Hochschule, Prüfungen


Beantwortet von

Rechtsanwalt Daniel Hesterberg



Ich bin 43 Jahre alt, staatlich anerkannte Erzieherin und habe im Jahr 2007 mein Bachelor-Studium mit dem Bachelor of Arts Sozial- und Organisationspädagogik abgeschlossen. Seit August 2013 arbeite ich nun in Vollzeit auf 2 Jahre befristet als Sozialpädagogin bei einem Bildungsträger in Niedersachsen. Diese mindestens einjährige Berufstätigkeit möchte ich mir gerne auf das Berufspraktikum zur Staatlich anerkannten Sozialpädagogin anrechnen lassen. An der Universität Hildesheim sind aktuell 6 Monate Berufspraktikum vorgeschrieben.

Die Uni sagt:
Für die Erlangung der Staatlichen Anerkennung ist die Ableistung eines mindestens 6-monatigen Berufspraktikums verpflichtend; eine Anrechnung von Berufspraxis ist in dieser Zeitspanne (6 Monate) nicht möglich. Das würde bedeuten, egal, ob ich Berufsanfängerin oder Berufsqualifizierte bin, ich muss ein Berufspraktikum von mindestens 6 Monaten ableisten! Eine Anrechnung ist in meinem Fall überhaupt nicht möglich, obwohl der § 4 Abs. 4 SozHeilVO eine Anrechnung in Aussicht stellt...

Was können Sie mir empfehlen, damit ich möglichst ohne erneutes Praktikum zu meiner staatlichen Anerkennung als Sozialpädagogin komme? Ist die Auslegung des § 4 Abs. 4 SozHeilVO seitens der Uni vielleicht sogar in Frage zu stellen?
Sehr geehrter Fragesteller,

Ihre Anfrage möchte ich Ihnen auf Grundlage der angegebenen Informationen verbindlich wie folgt beantworten:

Zum besseren Verständnis zitiere ich zunächst die von Ihnen genannte Gesetzesnorm:

"(4) 1 Eine gleichwertige hauptberufliche Tätigkeit kann bis zu einem halben Jahr auf die Dauer der berufspraktischen Tätigkeit angerechnet werden; die berufspraktische Tätigkeit muss mindestens sechs Monate dauern.
2 Eine gleichwertige Tätigkeit liegt vor, wenn die Praktikantin oder der Praktikant die Tätigkeit aufgrund eines Abschlusses auf dem Gebiet der Sozialarbeit, der Sozialpädagogik, der Heilpädagogik, der Pädagogik oder der Sozialwissenschaften oder aufgrund der Angestelltenprüfung I (Bek. des Ministeriums für Inneres und Sport vom 14. Juni 1999, Nds. MBl. S. 357) ausgeübt hat.
3 Eine gleichwertige Tätigkeit ist auch die Tätigkeit als Erzieherin, Erzieher, Heilpädagogin oder Heilpädagoge."

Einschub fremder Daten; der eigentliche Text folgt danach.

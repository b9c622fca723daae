import type { Metadata } from 'next';
import type { AlertWire } from '@/components/alerts/alert-wire';
import { AlertsBoard } from '@/components/alerts/alerts-board';
import { filtersFromSearch } from '@/components/alerts/filter-params';
import { requireMember } from '@/lib/auth/guard';
import { can } from '@/lib/auth/roles';
import { listAlerts } from '@/lib/db/queries/alerts';
import { listOrgSites } from '@/lib/db/queries/fleet';
import { db } from '@/lib/db/knex';

export const metadata: Metadata = { title: 'Alerts' };

// Server-rendered first paint for the filters in the address; the board then polls GET /api/v1/alerts.
export default async function AlertsPage({ searchParams }: { searchParams: Promise<Record<string, string | string[] | undefined>> }) {
  const member = await requireMember('fleet:read');
  const filters = filtersFromSearch(await searchParams);
  const [rows, sites] = await Promise.all([
    listAlerts(db(), member.orgId, { status: filters.status, siteId: filters.siteId ?? undefined, kind: filters.kind ?? undefined, nodeState: filters.nodeState ?? undefined, nodeId: filters.nodeId ?? undefined }),
    listOrgSites(member.orgId),
  ]);
  // The same JSON the API answers (dates as RFC 3339 strings), so the first paint and the polls agree.
  const alerts = JSON.parse(JSON.stringify(rows)) as AlertWire[];
  return (
    <AlertsBoard
      initial={{ filters, alerts, at: new Date().toISOString() }}
      sites={sites.map((s) => ({ id: s.id, name: s.name }))}
      canAcknowledge={can(member.role, 'alerts:acknowledge')}
      isOwner={can(member.role, 'org:settings')}
      orgTimeZone={sites[0]?.time_zone ?? 'UTC'}
    />
  );
}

Ihr Fall liegt jedoch nach meiner ersten Einschätzung in der Tat (leider) etwas anders:

Für die Erlangung der Staatlichen Anerkennung ist die Ableistung eines mindestens 6-monatigen Berufspraktikums verpflichtend; eine Anrechnung von Berufspraxis ist in dieser Zeitspanne (6 Monate) nicht möglich.

So schreibt es ja die Universität, was dem Sinn und Zweck der Vorschrift entspricht - es geht allein um das Berufspraktikum und die Anrechnung "darauf" nach Abs. 3 u. 4:

Die berufspraktische Tätigkeit dauert [mindestens] zwischen sechs und zwölf Monaten; die Hochschule legt die Dauer fest.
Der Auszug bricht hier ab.